Exercise material:
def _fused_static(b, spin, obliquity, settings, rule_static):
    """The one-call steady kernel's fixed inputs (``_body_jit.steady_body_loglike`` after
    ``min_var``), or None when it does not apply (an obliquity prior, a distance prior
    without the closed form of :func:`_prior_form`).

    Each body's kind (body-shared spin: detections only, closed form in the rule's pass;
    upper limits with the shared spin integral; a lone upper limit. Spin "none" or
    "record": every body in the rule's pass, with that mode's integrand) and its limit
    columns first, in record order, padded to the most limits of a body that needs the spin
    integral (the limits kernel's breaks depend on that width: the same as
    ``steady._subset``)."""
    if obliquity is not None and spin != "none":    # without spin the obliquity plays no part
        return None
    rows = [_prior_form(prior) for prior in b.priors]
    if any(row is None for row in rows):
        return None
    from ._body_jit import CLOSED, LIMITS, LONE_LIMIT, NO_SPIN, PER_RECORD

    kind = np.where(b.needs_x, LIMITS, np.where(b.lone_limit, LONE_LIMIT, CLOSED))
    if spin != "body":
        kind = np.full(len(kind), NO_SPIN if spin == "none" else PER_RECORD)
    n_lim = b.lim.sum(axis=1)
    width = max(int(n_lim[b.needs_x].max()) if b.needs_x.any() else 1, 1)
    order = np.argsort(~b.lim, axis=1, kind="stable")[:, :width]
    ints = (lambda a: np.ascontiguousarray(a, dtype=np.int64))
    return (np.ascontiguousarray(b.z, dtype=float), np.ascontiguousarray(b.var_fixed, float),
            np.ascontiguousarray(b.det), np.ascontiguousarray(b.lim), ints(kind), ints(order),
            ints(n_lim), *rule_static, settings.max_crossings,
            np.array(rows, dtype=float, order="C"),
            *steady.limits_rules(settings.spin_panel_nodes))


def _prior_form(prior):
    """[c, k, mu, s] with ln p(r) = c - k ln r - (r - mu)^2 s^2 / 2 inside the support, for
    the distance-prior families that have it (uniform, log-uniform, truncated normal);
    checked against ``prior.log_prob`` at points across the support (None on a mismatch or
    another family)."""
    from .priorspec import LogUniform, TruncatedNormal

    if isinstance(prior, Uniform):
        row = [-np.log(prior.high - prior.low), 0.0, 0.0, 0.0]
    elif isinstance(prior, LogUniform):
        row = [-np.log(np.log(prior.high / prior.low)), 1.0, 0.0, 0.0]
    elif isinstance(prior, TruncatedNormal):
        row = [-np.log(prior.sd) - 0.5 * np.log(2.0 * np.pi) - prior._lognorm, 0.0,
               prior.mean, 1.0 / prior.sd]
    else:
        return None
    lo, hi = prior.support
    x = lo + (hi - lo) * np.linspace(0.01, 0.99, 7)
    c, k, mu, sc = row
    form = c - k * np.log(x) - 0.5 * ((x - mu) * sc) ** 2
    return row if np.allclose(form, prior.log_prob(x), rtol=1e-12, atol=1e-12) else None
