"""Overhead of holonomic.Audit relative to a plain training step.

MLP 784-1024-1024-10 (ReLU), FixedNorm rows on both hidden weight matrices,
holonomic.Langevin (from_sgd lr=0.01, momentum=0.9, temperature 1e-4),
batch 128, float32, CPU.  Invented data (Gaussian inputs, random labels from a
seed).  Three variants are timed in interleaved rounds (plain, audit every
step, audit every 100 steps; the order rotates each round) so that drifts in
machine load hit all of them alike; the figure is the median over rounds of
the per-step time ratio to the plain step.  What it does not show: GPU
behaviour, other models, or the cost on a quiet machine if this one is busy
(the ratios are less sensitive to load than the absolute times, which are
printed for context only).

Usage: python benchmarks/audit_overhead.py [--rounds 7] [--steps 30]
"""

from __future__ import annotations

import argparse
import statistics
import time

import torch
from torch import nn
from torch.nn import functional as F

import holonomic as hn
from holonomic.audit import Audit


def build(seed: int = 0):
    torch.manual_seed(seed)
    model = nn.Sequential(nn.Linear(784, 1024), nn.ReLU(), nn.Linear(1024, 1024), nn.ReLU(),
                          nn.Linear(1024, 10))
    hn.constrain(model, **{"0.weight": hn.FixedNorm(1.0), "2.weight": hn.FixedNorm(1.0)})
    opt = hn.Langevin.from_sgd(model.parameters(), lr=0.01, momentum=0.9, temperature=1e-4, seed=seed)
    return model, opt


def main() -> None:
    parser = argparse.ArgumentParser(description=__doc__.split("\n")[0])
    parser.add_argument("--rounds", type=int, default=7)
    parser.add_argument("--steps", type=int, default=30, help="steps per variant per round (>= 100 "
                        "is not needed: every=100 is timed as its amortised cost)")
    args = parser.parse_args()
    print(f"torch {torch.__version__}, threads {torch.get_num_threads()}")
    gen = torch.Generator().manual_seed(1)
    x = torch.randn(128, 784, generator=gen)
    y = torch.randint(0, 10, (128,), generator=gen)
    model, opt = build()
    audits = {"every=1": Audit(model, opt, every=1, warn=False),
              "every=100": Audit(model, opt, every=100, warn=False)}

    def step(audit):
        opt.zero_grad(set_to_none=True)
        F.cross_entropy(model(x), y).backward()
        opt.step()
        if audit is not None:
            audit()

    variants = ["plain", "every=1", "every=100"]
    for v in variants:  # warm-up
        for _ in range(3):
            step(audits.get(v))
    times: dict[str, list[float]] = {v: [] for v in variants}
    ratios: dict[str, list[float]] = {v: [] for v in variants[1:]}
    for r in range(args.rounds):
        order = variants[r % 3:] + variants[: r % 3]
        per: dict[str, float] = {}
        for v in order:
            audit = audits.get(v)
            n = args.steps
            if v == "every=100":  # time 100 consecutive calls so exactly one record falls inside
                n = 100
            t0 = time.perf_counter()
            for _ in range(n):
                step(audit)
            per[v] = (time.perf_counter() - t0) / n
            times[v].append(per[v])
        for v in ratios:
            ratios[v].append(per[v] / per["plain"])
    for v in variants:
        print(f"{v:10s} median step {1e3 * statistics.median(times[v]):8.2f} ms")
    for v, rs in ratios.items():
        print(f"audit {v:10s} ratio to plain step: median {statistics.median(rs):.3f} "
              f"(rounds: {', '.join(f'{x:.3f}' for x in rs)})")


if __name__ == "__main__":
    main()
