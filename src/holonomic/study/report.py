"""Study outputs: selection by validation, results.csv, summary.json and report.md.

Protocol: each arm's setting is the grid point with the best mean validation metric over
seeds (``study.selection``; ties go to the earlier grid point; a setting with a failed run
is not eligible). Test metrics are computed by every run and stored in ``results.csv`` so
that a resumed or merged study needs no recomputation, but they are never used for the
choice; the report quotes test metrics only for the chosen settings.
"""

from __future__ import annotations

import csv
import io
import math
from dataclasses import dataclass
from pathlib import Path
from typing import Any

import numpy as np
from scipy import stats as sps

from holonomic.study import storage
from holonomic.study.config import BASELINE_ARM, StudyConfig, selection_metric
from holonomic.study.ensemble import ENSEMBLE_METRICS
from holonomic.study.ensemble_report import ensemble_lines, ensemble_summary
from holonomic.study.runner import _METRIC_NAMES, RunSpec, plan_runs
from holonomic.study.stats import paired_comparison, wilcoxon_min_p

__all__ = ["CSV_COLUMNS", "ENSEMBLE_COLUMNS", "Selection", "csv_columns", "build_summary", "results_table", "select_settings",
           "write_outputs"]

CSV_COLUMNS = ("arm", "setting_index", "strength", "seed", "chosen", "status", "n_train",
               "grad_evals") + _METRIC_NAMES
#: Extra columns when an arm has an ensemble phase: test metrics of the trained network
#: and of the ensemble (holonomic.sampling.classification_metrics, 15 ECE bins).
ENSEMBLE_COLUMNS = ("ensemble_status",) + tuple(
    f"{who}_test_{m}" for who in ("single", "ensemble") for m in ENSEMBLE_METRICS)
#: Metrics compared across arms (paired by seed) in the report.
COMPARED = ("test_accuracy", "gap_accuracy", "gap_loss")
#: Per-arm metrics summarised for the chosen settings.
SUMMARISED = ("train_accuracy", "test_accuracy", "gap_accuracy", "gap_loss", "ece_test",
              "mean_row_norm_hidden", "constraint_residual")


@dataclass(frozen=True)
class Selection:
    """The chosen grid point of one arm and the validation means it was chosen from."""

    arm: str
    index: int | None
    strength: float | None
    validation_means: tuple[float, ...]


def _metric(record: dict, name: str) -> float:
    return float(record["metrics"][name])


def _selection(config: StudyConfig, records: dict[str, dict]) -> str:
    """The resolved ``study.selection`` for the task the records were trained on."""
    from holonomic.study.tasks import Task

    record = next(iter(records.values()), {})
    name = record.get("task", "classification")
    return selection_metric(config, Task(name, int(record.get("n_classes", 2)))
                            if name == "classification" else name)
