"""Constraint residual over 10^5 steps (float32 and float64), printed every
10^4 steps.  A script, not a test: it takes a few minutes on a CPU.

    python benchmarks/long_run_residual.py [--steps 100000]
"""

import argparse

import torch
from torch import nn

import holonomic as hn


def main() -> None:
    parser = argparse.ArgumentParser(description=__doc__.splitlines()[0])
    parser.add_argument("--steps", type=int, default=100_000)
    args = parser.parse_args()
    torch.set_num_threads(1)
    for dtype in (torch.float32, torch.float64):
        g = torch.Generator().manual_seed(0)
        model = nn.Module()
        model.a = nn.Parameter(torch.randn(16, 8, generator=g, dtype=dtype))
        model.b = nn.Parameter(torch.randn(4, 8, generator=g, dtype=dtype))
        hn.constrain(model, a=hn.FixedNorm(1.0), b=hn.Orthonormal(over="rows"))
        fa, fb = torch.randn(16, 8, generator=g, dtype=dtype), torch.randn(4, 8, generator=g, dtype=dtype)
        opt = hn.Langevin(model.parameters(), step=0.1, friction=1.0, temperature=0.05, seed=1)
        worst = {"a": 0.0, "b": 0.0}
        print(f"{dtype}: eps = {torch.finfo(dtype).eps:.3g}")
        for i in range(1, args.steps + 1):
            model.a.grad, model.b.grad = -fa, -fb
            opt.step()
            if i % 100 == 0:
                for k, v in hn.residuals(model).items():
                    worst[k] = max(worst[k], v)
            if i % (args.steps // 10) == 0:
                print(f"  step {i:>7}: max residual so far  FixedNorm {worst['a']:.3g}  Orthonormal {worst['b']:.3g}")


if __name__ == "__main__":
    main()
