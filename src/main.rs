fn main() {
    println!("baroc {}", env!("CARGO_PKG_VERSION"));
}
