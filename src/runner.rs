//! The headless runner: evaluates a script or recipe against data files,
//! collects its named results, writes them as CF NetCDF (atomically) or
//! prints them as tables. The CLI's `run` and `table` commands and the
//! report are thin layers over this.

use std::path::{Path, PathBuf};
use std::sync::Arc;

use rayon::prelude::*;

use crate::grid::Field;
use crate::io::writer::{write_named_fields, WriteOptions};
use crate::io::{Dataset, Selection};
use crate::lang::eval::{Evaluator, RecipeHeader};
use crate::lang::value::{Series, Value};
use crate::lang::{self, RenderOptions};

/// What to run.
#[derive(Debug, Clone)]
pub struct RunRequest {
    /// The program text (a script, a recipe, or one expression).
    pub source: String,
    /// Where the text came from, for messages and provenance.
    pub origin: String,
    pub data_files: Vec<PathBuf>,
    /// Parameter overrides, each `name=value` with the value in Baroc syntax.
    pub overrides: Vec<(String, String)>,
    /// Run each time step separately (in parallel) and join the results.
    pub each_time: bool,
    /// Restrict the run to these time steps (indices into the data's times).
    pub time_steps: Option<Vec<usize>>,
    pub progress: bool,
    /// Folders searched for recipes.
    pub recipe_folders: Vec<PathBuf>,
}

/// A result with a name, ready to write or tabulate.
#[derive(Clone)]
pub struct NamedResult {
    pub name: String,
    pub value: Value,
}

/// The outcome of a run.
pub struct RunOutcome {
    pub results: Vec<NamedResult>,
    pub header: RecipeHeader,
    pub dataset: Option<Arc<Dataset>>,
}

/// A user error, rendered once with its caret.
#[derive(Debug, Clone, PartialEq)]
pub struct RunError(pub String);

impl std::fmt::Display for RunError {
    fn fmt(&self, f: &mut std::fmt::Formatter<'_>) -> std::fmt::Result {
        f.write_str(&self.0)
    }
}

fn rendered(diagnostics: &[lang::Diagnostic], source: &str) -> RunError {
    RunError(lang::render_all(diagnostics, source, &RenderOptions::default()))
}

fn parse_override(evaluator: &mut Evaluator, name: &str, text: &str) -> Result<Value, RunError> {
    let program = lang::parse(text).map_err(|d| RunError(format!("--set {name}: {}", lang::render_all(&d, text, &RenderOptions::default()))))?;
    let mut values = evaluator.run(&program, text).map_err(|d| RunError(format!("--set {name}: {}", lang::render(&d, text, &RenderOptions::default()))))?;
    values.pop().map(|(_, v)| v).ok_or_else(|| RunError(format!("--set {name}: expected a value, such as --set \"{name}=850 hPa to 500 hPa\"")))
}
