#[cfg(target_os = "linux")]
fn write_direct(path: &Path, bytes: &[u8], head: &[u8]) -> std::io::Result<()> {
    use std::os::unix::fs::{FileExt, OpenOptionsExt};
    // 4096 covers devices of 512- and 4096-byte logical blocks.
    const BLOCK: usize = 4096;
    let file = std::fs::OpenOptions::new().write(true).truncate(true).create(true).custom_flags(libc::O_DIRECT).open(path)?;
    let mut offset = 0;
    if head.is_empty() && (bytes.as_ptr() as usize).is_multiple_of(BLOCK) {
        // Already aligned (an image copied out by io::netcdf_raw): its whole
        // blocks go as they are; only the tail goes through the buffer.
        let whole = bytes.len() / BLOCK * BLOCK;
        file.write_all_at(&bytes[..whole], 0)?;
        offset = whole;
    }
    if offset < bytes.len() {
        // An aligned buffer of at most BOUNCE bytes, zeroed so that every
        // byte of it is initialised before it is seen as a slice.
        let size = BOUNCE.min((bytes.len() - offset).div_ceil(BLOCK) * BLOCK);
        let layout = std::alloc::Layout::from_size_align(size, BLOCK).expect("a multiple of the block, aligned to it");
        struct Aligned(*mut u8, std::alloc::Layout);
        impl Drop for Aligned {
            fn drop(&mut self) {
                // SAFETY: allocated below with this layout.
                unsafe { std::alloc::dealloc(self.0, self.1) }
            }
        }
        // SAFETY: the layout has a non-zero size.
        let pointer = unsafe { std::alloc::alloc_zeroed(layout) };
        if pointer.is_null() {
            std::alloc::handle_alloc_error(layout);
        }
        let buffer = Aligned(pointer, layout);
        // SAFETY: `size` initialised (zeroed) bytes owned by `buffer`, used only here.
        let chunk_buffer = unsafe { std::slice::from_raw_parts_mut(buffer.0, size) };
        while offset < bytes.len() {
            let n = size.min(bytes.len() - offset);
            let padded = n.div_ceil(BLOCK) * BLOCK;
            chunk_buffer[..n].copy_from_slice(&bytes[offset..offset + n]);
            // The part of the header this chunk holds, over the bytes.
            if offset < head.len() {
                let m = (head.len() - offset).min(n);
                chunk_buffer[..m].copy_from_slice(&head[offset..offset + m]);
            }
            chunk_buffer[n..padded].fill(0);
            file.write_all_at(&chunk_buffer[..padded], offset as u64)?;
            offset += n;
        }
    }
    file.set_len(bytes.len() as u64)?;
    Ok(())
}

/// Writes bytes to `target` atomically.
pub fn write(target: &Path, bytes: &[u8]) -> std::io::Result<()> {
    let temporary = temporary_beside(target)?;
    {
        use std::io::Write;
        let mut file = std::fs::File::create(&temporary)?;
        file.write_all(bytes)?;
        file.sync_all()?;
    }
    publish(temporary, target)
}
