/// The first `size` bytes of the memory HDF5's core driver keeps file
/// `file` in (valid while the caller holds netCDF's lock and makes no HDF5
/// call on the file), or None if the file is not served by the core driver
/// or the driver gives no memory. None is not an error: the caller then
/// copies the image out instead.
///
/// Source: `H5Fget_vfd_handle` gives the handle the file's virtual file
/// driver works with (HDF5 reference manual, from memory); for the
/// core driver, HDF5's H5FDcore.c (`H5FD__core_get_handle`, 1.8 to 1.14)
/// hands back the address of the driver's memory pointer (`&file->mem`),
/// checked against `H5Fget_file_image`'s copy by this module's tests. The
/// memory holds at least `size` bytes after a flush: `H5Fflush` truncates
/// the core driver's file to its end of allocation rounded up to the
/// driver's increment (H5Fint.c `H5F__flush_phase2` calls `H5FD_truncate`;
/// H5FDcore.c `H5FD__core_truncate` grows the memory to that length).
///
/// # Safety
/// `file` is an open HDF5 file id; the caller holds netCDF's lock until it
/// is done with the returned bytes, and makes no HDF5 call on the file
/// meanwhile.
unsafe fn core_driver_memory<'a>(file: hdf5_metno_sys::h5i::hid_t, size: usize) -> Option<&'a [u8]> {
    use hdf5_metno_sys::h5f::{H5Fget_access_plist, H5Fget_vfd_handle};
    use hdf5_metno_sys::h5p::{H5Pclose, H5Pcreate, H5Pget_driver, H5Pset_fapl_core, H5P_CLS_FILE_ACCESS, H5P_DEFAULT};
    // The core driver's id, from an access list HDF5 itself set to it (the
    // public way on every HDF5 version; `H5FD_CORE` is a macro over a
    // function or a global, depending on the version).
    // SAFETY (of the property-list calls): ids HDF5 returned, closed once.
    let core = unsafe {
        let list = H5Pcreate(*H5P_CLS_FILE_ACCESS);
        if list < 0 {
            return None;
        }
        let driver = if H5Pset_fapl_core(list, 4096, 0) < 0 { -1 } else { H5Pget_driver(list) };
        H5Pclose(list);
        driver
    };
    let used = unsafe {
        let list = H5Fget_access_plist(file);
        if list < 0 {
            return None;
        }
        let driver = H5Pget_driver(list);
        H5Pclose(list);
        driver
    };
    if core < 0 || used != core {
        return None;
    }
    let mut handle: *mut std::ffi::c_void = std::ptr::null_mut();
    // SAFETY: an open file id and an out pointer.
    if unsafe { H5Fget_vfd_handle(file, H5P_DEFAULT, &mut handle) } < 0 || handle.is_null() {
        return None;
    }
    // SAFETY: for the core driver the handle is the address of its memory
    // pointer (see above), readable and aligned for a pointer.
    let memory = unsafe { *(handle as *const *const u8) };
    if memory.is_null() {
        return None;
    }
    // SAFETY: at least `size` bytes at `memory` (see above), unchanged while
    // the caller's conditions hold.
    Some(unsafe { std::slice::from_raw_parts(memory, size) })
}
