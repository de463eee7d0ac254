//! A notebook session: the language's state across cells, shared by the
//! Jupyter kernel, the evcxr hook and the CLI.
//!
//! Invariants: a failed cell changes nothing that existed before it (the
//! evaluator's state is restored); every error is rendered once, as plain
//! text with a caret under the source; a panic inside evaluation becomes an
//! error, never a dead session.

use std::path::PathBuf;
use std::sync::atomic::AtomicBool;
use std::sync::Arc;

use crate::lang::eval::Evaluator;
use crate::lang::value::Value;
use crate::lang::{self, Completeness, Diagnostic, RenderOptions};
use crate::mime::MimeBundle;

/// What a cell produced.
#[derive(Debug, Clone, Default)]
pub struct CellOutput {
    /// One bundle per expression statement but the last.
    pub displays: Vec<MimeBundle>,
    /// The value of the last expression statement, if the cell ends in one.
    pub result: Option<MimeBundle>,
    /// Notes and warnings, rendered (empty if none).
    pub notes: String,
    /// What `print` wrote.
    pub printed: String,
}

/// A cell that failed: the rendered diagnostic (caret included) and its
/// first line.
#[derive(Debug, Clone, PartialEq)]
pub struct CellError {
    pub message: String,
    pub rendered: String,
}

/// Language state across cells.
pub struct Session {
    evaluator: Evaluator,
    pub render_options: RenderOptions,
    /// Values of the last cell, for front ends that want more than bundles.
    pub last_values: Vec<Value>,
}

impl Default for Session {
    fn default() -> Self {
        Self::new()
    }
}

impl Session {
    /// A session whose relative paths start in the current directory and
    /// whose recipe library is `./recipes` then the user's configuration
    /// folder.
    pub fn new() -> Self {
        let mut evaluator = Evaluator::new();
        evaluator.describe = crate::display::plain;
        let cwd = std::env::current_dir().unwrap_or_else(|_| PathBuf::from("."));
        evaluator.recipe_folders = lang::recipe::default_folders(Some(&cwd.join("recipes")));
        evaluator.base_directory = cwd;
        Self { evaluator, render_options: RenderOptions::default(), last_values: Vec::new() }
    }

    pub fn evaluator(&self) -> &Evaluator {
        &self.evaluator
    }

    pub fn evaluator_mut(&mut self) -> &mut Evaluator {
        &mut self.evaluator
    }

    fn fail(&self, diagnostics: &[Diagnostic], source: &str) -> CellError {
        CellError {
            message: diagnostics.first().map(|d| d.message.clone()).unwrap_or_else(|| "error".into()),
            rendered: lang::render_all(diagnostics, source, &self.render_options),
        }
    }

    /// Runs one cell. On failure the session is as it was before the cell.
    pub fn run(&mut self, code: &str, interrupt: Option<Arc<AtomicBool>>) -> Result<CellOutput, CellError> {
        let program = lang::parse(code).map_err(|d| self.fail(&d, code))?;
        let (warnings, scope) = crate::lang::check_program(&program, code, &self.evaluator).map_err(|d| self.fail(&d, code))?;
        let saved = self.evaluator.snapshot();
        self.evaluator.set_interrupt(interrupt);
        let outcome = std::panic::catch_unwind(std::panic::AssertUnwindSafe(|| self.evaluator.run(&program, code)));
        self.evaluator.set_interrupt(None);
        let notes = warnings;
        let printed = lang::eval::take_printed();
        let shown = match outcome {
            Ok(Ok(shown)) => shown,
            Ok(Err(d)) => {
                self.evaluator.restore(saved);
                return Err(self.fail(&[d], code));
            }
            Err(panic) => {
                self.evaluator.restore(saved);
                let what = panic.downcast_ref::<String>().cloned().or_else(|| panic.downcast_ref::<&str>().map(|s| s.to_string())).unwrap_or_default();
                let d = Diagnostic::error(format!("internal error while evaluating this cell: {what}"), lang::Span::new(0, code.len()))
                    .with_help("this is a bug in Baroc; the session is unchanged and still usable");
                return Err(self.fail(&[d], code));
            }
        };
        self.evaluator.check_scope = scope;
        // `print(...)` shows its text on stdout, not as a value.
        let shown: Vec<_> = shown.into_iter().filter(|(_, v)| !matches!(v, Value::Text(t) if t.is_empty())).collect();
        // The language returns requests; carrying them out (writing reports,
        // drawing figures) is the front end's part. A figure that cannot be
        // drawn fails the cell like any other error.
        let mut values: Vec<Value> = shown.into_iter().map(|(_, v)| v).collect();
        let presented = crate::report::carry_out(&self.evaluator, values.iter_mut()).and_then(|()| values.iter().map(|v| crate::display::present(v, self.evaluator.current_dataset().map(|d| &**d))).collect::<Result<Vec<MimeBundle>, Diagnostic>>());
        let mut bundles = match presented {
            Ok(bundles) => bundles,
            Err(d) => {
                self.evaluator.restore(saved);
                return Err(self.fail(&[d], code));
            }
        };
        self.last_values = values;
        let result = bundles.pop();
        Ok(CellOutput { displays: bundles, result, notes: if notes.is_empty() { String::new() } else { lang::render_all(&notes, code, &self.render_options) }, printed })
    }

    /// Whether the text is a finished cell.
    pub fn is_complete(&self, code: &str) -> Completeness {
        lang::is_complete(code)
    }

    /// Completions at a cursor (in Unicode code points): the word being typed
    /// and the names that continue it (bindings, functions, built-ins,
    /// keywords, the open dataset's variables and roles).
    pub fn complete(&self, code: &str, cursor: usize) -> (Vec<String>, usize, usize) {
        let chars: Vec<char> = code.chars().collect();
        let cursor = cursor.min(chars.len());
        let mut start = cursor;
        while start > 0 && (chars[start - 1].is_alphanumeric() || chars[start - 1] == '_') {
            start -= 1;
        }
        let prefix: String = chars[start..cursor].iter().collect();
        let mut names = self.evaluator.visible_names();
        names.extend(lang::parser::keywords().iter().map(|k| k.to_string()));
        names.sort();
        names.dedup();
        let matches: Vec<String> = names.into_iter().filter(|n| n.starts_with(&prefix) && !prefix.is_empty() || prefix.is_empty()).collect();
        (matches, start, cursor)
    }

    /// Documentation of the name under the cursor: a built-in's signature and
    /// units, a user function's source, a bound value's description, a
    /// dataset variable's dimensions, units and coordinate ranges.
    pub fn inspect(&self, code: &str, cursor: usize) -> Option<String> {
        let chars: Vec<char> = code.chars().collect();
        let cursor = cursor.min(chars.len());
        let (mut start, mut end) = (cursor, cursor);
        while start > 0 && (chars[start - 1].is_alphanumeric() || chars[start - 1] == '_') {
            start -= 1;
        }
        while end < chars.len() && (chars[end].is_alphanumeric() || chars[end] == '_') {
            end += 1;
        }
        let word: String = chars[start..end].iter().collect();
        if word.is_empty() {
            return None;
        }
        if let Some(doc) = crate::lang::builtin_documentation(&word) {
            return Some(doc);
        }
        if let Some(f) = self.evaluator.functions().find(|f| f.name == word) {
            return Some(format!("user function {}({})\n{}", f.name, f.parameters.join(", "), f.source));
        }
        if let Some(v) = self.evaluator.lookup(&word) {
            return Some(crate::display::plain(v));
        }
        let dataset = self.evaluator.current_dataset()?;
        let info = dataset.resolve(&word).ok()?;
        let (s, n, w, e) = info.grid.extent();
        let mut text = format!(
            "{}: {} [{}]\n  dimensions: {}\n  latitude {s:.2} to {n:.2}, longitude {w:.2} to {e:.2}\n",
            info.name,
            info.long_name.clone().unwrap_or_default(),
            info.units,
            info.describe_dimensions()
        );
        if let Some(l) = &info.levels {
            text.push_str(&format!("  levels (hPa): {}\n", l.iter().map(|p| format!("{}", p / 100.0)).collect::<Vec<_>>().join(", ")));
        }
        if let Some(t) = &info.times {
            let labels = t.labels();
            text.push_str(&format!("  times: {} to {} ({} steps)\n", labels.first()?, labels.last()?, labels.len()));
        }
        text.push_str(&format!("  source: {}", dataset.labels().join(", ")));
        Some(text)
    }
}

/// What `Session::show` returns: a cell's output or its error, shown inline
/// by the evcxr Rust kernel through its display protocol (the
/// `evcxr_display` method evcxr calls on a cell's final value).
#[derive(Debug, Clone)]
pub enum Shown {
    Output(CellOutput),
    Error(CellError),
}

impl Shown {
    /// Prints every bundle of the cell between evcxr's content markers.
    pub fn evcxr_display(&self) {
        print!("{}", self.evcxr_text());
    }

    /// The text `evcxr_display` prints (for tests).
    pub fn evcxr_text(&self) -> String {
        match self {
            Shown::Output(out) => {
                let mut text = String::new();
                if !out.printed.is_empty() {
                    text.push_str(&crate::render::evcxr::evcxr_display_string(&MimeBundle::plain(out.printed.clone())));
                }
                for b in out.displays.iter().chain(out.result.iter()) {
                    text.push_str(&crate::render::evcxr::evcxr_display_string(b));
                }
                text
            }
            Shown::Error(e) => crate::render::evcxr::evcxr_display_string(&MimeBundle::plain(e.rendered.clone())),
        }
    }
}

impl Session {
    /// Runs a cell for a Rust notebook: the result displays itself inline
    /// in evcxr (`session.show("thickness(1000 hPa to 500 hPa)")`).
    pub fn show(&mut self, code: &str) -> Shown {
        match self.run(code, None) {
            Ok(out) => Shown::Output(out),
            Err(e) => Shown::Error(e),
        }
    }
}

Task description: A verbatim transcription is needed of the lines above, starting at the line with "values.pop().map(|(_, v)| v).ok_or_else(||" and ending at the line with "const BLOCK: usize = 4096;", both included, and of nothing else.

Expected output:
    values.pop().map(|(_, v)| v).ok_or_else(|| RunError(format!("--set {name}: expected a value, such as --set \"{name}=850 hPa to 500 hPa\"")))
}
#[cfg(target_os = "linux")]
fn write_direct(path: &Path, bytes: &[u8], head: &[u8]) -> std::io::Result<()> {
    use std::os::unix::fs::{FileExt, OpenOptionsExt};
    // 4096 covers devices of 512- and 4096-byte logical blocks.
    const BLOCK: usize = 4096;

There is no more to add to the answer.